Dict[str, DataFrame]

STAVAG.calculate_sps(coord_dict_raw, coord_dict_rand, n_dim, keys=None)[source]

Compute STAVAG priority scores (sps) for each axis.

The score is the right tail proportion of random importances that are greater than or equal to the observed importance.

Parameters:
  • coord_dict_raw (Dict[str, DataFrame]) – Dict of DataFrames per axis. Each DataFrame must contain columns ‘Feature’ and ‘Importance’.

  • coord_dict_rand (Dict[str, ndarray]) – Dict of random importance arrays per axis.

  • n_dim (int) – Number of coordinate dimensions.

  • keys (Sequence[str] | None) – Optional explicit axis names to use.

Returns:

The same dict as coord_dict_raw with a new column ‘sps’ added to each axis DataFrame.

Return type:

Dict[str, DataFrame]

STAVAG.gene_modules(adata, gene_list)[source]

Cluster genes into modules using correlation among selected genes.

Parameters:
  • adata (AnnData) – AnnData that contains the expression matrix adata.X and gene names in adata.var.index.

  • gene_list (Sequence[str]) – Genes to include when building modules. Each gene should exist in adata.var.index.

Returns:

Z: Linkage matrix from hierarchical clustering.

corr: Gene to gene correlation matrix as a pandas DataFrame.Index and columns are gene names in gene_list.

df: Expression matrix of the selected genes as a pandas DataFrame.

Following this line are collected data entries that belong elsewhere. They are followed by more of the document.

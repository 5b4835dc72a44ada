//! Bipolar power transistor: a Gummel–Poon type charge-control model.
//!
//! Sources: H. K. Gummel, H. C. Poon, Bell Syst. Tech. J. 49(5), 1970 (transport
//! current over the normalised base charge); L. W. Nagel, ERL M520, 1975 (the
//! reciprocal Early factor used here, and junction limiting); I. Getreu,
//! *Modeling the Bipolar Transistor*, 1976 (base-current components, charges,
//! temperature scaling). Forms are written from memory and checked against an
//! independent numpy evaluation (tests/reference/bjt/gen.py). The full
//! parameter table is in docs/models.md, section "Bipolar transistor".
//!
//! # Equations (npn; a pnp is the mirror: every junction voltage, current and
//! charge negated)
//!
//! With `Vt = kT/q`, forward and reverse diffusion currents
//! `I_F = IS (exp(VBE/(NF Vt)) − 1)`, `I_R = IS (exp(VBC/(NR Vt)) − 1)`:
//!
//! ```text
//! q1  = 1 / (1 − VBC/VAF − VBE/VAR)          (reciprocal form, Nagel 1975)
//! q2  = I_F/IKF + I_R/IKR
//! qb  = (q1/2) (1 + √(1 + 4 q2))
//! I_CT = (I_F − I_R) / qb
//! I_B = I_F/BF + ISE (exp(VBE/(NE Vt)) − 1) + I_R/BR + ISC (exp(VBC/(NC Vt)) − 1)
//!       + junction_leak (VBE + VBC)
//! I_C = I_CT − I_R/BR − ISC (exp(VBC/(NC Vt)) − 1) − junction_leak VBC
//! I_E = −(I_C + I_B)
//! Q_BE = Q_dep(VBE; CJE, VJE, MJE, FC) + TF · I_F / qb
//! Q_BC = Q_dep(VBC; CJC, VJC, MJC, FC) + TR · I_R
//! ```
//!
//! Currents are those flowing *into* the terminals, which is also what the
//! device stamps in each node row (current leaving the node into the device).
//!
//! The q1 denominator `d = 1 − VBC/VAF − VBE/VAR` is used as is while
//! `d ≥ Q1_FLOOR` (= 0.1, i.e. q1 ≤ 10, far outside any sensible bias); below
//! it is replaced by the C¹ hyperbolic floor `d_f = F²/(2F − d)`, which equals
//! F with unit slope at `d = F` and stays positive for every `d`, so q1 grows
//! at most linearly instead of changing sign.
//!
//! The ohmic base resistance is `r_base`, lowered by current crowding when
//! the part asks for it (below). All of the base–collector depletion
//! capacitance sits at the internal base.
//!
//! # Temperature and area
//! `IS(T) = IS (T/Tm)^XTI exp(Eg q/k (1/Tm − 1/T))`,
//! `BF(T) = BF (T/Tm)^XTB`, `BR(T) = BR (T/Tm)^XTB`,
//! `ISE(T) = ISE (T/Tm)^−XTB (IS(T)/IS)^(1/NE)`, likewise `ISC` with NC (Getreu
//! 1976): the low-current base components follow the same band-gap law while
//! the gain change is divided out. Depletion parameters are not temperature
//! scaled. The area factor multiplies IS, ISE, ISC, IKF, IKR, CJE, CJC and
//! divides the three resistances.
//!
//! # Avalanche multiplication (effect off unless `avalanche { cb_voltage= }`)
//!
//! ```text
//! M − 1 = u/(1 − u),  u = (V_CB/BV_CBO(T))^n_av  for V_CB = −VBC > 0, else 0
//! I_AV  = (M − 1) · I_CT,   I_C += I_AV,   I_B −= I_AV
//! BV_CBO(T) = BV_CBO (1 + α_BV (T − T_0))
//! ```
//!
//! (S. L. Miller, Phys. Rev. 99, 1955, from memory.) Above M =
//! [`AVALANCHE_M_MAX`] M − 1 continues as its tangent line, so the current
//! through breakdown is steep but finite. With the base open, I_B = 0 gives
//! M − 1 = 1/β, so the collector current runs away at
//! BV_CEO = BV_CBO (1 + β)^(−1/n_av) ≈ BV_CBO/β^(1/n_av).
//!
//! # Quasi-saturation (effect off unless `epi { resistance= }`)
//!
//! A power transistor's collector is a lightly doped epitaxial layer between
//! the metallurgical base–collector junction (internal node `cj`) and the
//! collector contact (`ci`, behind `r_collector`). At high current and low
//! collector voltage the junction side goes into forward bias, carriers
//! flood the layer and modulate its resistance. With
//! `K(V) = √(1 + γ exp(V/V_t))` at V_BCI (junction side) and V_BCX (contact
//! side) (G. M. Kull, L. W. Nagel, S.-W. Lee, P. Lloyd, E. J. Prendergast,
//! H. Dirks, IEEE Trans. Electron Devices 32(6), 1985, from memory):
//!
//! ```text
//! I_epi = [V_BCI − V_BCX + V_t (K_i − K_x − ln((1 + K_i)/(1 + K_x)))] / R_CO    (ci → cj)
//! Q_i = Q_CO (K_i − 1) between bi and cj,   Q_x = Q_CO (K_x − 1) between bi and ci
//! R_CO(T) = R_CO (T/T_0)^ξ_RC,   γ(T) = γ (T/T_0)³ exp((E_g q/k)(1/T_0 − 1/T))
//! ```
//!
//! (the charge split as in the quasi-saturation part of C. C. McAndrew et
//! al., IEEE JSSC 31(10), 1996, from memory). With both sides reverse
//! biased K ≈ 1 and the layer is the plain resistance R_CO; as V_BCI goes
//! forward the K_i term lowers it. The intrinsic transistor's VBC is the
//! junction side's. Above V/V_t = [`EPI_EXP_MAX`] K continues along its
//! tangent. Not modelled: velocity saturation in the layer (Kull's V_O)
//! and the layer's own temperature rise.
//!
//! # Current crowding (effect off unless `resistance { base_half_current= }`)
//!
//! ```text
//! r_bb = r_BM + 3 (r_B − r_BM) (tan z − z)/(z tan² z)
//! z    = (−1 + √(1 + 144 I_B/(π² I_RB))) / ((24/π²) √(I_B/I_RB))
//! ```
//!
//! (J. R. Hauser, IEEE Trans. Electron Devices 11(5), 1964, in Getreu's
//! 1976 form, from memory), I_B the intrinsic base current smoothed by
//! [`CROWDING_SMOOTHING`]; the base resistor's current then depends on the
//! junction voltages too, and the stamp carries those partials.
//!
//! # Excess phase (effect off unless `charge { excess_phase= }`)
//!
//! The forward transport current I_CC = I_F/qb reaches the collector through
//! the second-order Bessel approximation of a delay t_d = φ_F τ_F
//! (P. B. Weil, L. P. McNamee, IEEE Trans. Circuits and Systems 25(2), 1978,
//! from memory): `t_d² y₁'' + 3 t_d y₁' + 3 y₁ = 3 I_CC`, two current-valued
//! internal states; `I_CT = y₁ − I_R/qb`.
//!
//! Not modelled: self-heating feedback inside one solve (the junction
//! temperature is an input; `analyze heat` iterates it), noise.

use crate::contract::{stamp_conductance, val, Device, EvalCtx, EvalInfo, Idx, Stamp};
use crate::error::DeviceError;
use crate::figure::OpFigure;
use crate::junction::{self, Depletion};
use tankwave_circuit::{BjtParams, ElementId};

Rows are cells and columns are genes.

Return type:

Tuple[np.ndarray, pd.DataFrame, pd.DataFrame]

STAVAG.generate_coord_dict(n_dim)[source]

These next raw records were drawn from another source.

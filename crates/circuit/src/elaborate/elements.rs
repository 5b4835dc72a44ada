//! Element statements (`resistor`, `capacitor`, `inductor`, `coupling`,
//! `voltage`, `current`, `diode`, `bjt`), node numbering, element references,
//! and the `output` and `input` statements. Options are read through
//! [`crate::options::element`].

use super::{fmt_num, Cx, ELEMENT_KEYWORDS};
use crate::ir::*;
use crate::options::{element as o, OptionSpec};
use tankwave_netlist::ast::*;
use tankwave_netlist::suggest::did_you_mean;
use tankwave_netlist::Slot;

/// Largest fit error (a fraction, 1000 %) a `fit` error shows as a figure;
/// beyond it the model does not follow the data at all and the message
/// says "more than" this.
const FIT_OFF_SHOWN: f64 = 10.0;

/// What the element pass knows about the parts.
pub(super) struct PartsSeen<'m> {
    models: &'m [Model],
    kinds: &'m [ModelKind],
    ok: bool,
}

Build a placeholder dict for coordinate axes.

Parameters:

n_dim (int) – Number of coordinate dimensions. Supported up to four.

Returns:

A dict mapping axis names to None. For example {‘x’: None, ‘y’: None} for two dimensions.

Raises:

ValueError – If n_dim is greater than four.

Return type:

Dict[str, DataFrame | None]

STAVAG.keep_variant_genes(coord_dict_raw, coord_dict_rand, n_dim, threshold=0.05, keys=None)[source]

Filter genes whose observed importance exceeds a random baseline.

For each axis this keeps rows where Importance is greater than a high percentile of the random importance distribution.

Parameters:
  • coord_dict_raw (Dict[str, DataFrame]) – Dict of DataFrames per axis with importance values.

  • coord_dict_rand (Dict[str, ndarray]) – Dict of random importance arrays per axis.

  • n_dim (int) – Number of coordinate dimensions.

  • threshold (float) – Significance level. For example 0.05 targets the top tail of the random distribution.

  • keys (Sequence[str] | None) – Optional explicit axis names.

Returns:

Filtered dict with the same structure as coord_dict_raw.

Return type:

Dict[str, DataFrame]

Key functions

generate_coord_dict

Build a placeholder dict for coordinate axes.

calculate_sps

Compute STAVAG priority scores (sps) for each axis.

keep_variant_genes

Filter genes whose observed importance exceeds a random baseline.

DVG_detection

Detect Directionally Variable Genes (DVGs) using regression on spatial coordinates.

TVG_detection

Detect Temporally Variable Genes (TVGs) using regression on a 1D time coordinate.

gene_modules

Cluster genes into modules using correlation among selected genes.